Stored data
>>>>
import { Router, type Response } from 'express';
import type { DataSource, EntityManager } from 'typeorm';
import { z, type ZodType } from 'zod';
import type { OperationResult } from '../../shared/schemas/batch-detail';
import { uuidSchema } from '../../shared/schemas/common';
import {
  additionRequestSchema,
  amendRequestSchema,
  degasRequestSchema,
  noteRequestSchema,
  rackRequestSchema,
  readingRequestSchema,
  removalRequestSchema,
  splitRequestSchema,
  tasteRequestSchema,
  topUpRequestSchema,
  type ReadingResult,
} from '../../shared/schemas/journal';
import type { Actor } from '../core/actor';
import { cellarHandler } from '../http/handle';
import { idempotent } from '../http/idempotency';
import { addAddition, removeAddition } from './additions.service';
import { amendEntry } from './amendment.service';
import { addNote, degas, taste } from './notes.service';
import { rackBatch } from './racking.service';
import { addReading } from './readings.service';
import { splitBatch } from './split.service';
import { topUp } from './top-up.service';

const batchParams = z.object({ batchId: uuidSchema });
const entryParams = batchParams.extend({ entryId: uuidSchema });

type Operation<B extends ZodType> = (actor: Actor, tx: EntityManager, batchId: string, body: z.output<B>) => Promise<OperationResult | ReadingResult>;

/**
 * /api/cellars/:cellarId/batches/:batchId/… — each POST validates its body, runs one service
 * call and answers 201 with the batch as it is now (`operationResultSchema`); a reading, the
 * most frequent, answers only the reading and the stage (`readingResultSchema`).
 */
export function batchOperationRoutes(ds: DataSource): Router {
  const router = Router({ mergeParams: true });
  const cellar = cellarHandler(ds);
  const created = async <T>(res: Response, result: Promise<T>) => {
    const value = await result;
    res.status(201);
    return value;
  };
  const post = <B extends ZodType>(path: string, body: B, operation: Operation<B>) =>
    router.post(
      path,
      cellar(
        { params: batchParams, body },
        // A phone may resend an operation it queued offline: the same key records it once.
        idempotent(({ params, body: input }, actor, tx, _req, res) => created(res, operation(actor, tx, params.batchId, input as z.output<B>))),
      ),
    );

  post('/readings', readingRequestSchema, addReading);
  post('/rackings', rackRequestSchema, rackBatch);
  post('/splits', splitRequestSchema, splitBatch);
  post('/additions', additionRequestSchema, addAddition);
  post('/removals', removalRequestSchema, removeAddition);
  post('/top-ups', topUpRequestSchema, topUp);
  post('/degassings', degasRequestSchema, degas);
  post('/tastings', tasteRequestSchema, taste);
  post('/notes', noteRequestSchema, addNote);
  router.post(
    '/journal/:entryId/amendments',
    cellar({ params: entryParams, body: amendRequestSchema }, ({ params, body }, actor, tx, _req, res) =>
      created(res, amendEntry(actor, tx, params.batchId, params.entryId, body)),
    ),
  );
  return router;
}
<<<<
§ WHAT YOU WILL DO
In the records above, the line with "params, body: input" marks the start and the line with "post('/additions', additionRequestSchema, addAddition);" marks the end; copy that stretch exactly, both lines included, and nothing else.

§ COMPLETED EXERCISE
        idempotent(({ params, body: input }, actor, tx, _req, res) => created(res, operation(actor, tx, params.batchId, input as z.output<B>))),
      ),
    );

  post('/readings', readingRequestSchema, addReading);
  post('/rackings', rackRequestSchema, rackBatch);
  post('/splits', splitRequestSchema, splitBatch);
  post('/additions', additionRequestSchema, addAddition);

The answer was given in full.